- Work request -
Beneath this instruction is a block of data; output from it exactly the lines that run from the one containing "its evidence. */" through the one containing "is none. */", inclusive.

╭─ Available records

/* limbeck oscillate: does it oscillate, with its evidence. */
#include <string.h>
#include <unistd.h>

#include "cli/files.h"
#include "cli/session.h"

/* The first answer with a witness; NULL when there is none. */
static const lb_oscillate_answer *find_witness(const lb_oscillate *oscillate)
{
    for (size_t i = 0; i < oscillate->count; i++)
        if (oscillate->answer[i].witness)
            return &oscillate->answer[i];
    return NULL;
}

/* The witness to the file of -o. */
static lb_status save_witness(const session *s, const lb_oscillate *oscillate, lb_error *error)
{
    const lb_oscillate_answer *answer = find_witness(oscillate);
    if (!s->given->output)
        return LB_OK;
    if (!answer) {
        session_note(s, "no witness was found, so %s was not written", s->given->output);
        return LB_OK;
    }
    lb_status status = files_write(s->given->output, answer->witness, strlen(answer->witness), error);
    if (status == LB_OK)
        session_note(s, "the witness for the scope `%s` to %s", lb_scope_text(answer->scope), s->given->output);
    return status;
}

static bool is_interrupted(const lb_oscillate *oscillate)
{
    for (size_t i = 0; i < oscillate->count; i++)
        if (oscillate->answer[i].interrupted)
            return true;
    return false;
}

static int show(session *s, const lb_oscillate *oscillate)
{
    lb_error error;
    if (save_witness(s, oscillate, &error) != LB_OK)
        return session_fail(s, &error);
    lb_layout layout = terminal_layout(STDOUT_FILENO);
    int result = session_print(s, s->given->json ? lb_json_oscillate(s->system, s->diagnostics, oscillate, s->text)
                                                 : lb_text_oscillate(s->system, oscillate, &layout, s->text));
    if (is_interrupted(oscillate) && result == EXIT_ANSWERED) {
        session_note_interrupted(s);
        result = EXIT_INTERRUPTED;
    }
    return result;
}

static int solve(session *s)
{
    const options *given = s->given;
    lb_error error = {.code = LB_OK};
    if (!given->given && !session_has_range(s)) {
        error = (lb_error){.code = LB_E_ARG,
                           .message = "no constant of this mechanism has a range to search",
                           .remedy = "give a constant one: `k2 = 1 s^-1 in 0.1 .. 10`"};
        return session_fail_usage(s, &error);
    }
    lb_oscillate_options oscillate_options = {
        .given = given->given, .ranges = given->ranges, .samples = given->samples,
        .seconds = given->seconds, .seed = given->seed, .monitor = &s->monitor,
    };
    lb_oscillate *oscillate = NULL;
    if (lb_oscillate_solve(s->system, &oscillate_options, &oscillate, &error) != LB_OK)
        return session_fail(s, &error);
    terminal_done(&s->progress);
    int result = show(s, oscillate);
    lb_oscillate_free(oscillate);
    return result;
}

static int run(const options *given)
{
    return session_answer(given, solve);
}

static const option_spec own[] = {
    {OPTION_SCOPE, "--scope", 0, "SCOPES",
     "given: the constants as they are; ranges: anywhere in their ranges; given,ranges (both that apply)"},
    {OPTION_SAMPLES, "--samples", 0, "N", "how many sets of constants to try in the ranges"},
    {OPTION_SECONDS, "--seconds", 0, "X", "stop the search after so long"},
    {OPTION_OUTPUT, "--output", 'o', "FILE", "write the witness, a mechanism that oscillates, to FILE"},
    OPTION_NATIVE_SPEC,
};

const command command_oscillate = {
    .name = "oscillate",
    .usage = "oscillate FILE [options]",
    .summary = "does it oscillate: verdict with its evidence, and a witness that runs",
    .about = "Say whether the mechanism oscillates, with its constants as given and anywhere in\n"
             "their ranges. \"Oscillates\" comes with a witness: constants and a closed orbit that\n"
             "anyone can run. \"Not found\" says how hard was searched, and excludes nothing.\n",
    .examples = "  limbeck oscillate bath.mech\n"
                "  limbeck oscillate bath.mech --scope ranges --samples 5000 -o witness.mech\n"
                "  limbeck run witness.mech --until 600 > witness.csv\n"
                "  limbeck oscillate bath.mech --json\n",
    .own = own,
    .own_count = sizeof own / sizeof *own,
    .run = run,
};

╰─
╭─ Available records

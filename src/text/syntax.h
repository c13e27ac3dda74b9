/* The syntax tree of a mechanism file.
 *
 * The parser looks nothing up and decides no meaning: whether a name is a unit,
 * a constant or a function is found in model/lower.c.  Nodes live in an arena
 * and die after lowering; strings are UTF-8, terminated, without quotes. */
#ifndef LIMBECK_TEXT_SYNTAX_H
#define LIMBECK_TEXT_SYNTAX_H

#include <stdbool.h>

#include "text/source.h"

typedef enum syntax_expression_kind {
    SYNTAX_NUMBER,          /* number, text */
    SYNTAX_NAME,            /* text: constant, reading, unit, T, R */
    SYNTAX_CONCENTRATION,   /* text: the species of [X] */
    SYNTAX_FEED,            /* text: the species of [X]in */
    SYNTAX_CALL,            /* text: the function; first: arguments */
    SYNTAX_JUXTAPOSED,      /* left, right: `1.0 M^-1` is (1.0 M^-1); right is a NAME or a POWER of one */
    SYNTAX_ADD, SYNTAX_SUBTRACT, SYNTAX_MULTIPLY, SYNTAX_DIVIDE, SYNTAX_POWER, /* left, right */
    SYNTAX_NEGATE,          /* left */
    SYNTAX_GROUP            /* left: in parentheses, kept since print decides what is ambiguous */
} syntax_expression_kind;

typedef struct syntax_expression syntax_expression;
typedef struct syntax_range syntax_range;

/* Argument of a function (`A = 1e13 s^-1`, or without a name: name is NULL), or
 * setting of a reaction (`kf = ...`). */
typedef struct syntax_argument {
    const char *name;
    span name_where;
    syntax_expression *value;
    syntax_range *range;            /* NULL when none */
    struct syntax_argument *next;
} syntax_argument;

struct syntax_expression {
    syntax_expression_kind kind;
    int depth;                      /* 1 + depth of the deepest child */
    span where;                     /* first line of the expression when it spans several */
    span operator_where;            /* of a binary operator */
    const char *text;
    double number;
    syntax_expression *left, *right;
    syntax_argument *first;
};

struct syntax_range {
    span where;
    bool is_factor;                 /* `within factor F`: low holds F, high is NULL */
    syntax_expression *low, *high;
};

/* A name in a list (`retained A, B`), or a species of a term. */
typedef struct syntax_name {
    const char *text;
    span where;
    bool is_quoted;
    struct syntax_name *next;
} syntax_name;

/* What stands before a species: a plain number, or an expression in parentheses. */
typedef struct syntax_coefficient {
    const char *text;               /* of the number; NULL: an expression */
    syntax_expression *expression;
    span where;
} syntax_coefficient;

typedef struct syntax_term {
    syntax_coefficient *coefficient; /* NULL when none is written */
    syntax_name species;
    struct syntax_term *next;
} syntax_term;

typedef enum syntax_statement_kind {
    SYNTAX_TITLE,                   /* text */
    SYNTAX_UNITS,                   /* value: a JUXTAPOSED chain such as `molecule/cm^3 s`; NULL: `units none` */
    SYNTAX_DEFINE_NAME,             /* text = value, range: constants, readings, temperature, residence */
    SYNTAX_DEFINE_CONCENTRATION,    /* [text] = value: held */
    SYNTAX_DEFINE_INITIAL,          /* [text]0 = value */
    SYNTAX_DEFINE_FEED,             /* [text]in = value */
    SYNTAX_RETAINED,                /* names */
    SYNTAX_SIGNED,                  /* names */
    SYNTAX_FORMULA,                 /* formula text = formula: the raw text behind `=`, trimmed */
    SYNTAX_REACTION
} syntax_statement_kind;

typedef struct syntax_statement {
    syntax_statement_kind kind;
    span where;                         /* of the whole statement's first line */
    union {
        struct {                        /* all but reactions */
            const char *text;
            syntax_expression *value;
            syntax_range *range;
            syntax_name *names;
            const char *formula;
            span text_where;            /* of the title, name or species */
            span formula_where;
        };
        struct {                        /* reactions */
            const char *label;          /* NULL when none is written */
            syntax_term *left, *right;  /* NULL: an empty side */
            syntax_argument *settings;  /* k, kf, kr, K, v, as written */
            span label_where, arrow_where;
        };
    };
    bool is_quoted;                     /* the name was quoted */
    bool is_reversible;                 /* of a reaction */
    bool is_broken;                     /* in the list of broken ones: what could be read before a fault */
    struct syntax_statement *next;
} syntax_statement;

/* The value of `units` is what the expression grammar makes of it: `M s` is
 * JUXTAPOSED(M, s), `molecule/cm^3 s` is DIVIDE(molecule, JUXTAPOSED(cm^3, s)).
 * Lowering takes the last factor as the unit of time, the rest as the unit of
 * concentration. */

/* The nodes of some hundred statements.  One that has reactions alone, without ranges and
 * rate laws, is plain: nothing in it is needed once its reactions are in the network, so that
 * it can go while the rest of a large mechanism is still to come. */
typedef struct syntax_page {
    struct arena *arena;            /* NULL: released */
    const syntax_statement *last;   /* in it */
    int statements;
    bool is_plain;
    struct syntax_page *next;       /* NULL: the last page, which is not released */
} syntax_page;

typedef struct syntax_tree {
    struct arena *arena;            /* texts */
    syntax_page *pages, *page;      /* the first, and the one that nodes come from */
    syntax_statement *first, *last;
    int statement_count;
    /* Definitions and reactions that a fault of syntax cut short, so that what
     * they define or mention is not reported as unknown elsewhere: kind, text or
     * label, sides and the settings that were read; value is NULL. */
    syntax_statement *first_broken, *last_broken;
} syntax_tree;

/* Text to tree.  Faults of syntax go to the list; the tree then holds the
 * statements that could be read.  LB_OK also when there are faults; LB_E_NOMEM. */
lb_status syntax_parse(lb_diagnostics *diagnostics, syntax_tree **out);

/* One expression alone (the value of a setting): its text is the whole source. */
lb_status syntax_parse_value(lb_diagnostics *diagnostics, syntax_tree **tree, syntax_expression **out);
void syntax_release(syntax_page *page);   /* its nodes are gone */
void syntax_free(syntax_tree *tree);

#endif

╰─

- Task output -
/* limbeck oscillate: does it oscillate, with its evidence. */
#include <string.h>
#include <unistd.h>

#include "cli/files.h"
#include "cli/session.h"

/* The first answer with a witness; NULL when there is none. */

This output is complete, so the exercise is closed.